GenerationHV, that is a really good way to look at it! Lol… better that only one of us be frustrated than both of us! I’ll try to keep that in mind as well. :slight_smile:

Once a month for a man in his 20s seems incredibly infrequent. There may be a proportion of men for whom the desire is that low despite no medical issue (ie. “normal”), but it is an incredibly small proportion. The odds are against this being entirely normal.

I think he should raise this with his doctor.

Once in 3 months!

May I ask what is your wife’s approach to sex on those occurrences (when it happens). Enthusiastic? Willing? Or resigned to it? I know I lose interest in sex if my wife is not “involved”.

I think the reason people are stressing the importance of getting him to the doctor is that if there is a medical condition underlying this the low libido is just a symptom.
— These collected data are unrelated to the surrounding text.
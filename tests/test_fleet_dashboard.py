"""The fleet dashboard in a real headless Chromium (Debian's chromium and
chromium-driver): the fleet view draws each pooled contract and the car set, lists every
station's stores, and the station picker shows the chosen station's own views of its
part of the fleet plan.  Served in a thread on 127.0.0.1; nothing else is contacted."""

from __future__ import annotations

import os
import time

import pytest

from reagentplan.dashboard.testing import CHROMEDRIVER, CHROMIUM, chromium_driver

if not os.path.exists(CHROMIUM) or not os.path.exists(CHROMEDRIVER):
    pytest.skip("no Chromium / chromedriver (Debian packages 'chromium', 'chromium-driver')",
                allow_module_level=True)
pytest.importorskip("selenium.webdriver")

from selenium.webdriver.common.by import By  # noqa: E402
from selenium.webdriver.support.ui import WebDriverWait  # noqa: E402

from fleet_helpers import write_fleet  # noqa: E402

pytestmark = pytest.mark.slow
TIMEOUT = 60


def wait(driver, condition, what: str):
    return WebDriverWait(driver, TIMEOUT, poll_frequency=0.1).until(lambda d: condition(d),
                                                                    message=f"timed out waiting for {what}")


def drawn(driver) -> int:
    return driver.execute_script(
        "return document.querySelectorAll('.rp-view .js-plotly-plot .main-svg.plotly, "
        ".rp-view .js-plotly-plot svg.main-svg').length") // 2


def text(driver, element_id: str) -> str:
    return driver.execute_script("var e = document.getElementById(arguments[0]); return e ? e.innerText : '';",
                                 element_id)


def first_x(driver, graph_id: str):
    return driver.execute_script(
        "var g = document.querySelector('#' + arguments[0] + ' .js-plotly-plot') "
        "|| document.getElementById(arguments[0]);"
        "return g && g.data ? JSON.stringify(g.data.map(t => t.y)) : null;", graph_id)


@pytest.fixture(scope="module")
def served(tmp_path_factory):
    from reagentplan.dashboard.fleet import create_fleet_app
    from reagentplan.dashboard.testing import serve_in_thread
    from reagentplan.settings import PLAN
    import dataclasses

    folder = tmp_path_factory.mktemp("fleetdash")
    path = write_fleet(folder / "in", days=42)
    app = create_fleet_app(path, settings=dataclasses.replace(PLAN, futures=5, firm_days=14))
    url, stop = serve_in_thread(app)
    yield url, app
    stop()


def test_fleet_dashboard_in_chromium(served, tmp_path):
    url, app = served
    profile = tmp_path / "profile"
    d = chromium_driver(profile)
    try:
        d.get(url)
        wait(d, lambda d: drawn(d) >= 3, "the pooled contracts' and the car set's charts")
        assert "Test fleet" in text(d, "header-title")
        stores = text(d, "fleet-stores")
        for name in ("north", "south", "east"):
            assert name in stores
        assert "Board pool" in text(d, "fleet-room")
        d.save_screenshot(str(tmp_path / "fleet.png"))
        # the station picker: north's, then south's plant view
        d.find_element(By.ID, "tab-plant").click()
        wait(d, lambda d: drawn(d) >= 2, "north's stores and risk")
        before = first_x(d, "plant-stores")
        assert before
        d.find_element(By.CSS_SELECTOR, "#fleet-station input[value='south']").click()
        wait(d, lambda d: first_x(d, "plant-stores") not in (before, None), "south's stores")
        wait(d, lambda d: drawn(d) >= 2, "south's stores and risk")
        d.find_element(By.ID, "tab-coordinator").click()
        wait(d, lambda d: drawn(d) >= 3, "south's deliveries")
        time.sleep(0.3)
        d.save_screenshot(str(tmp_path / "south-coordinator.png"))
    finally:
        d.quit()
In that case you need to get him to the doctor not for the sake of getting more sex, but to make sure that your husband is, and remains, healthy. If he does have an underlying medical condition it will effect more than just his sex drive and who knows how much harm it will cause him if left untreated. The way I see it this isn’t about sex so much as about caring for your husband’s health and well-being.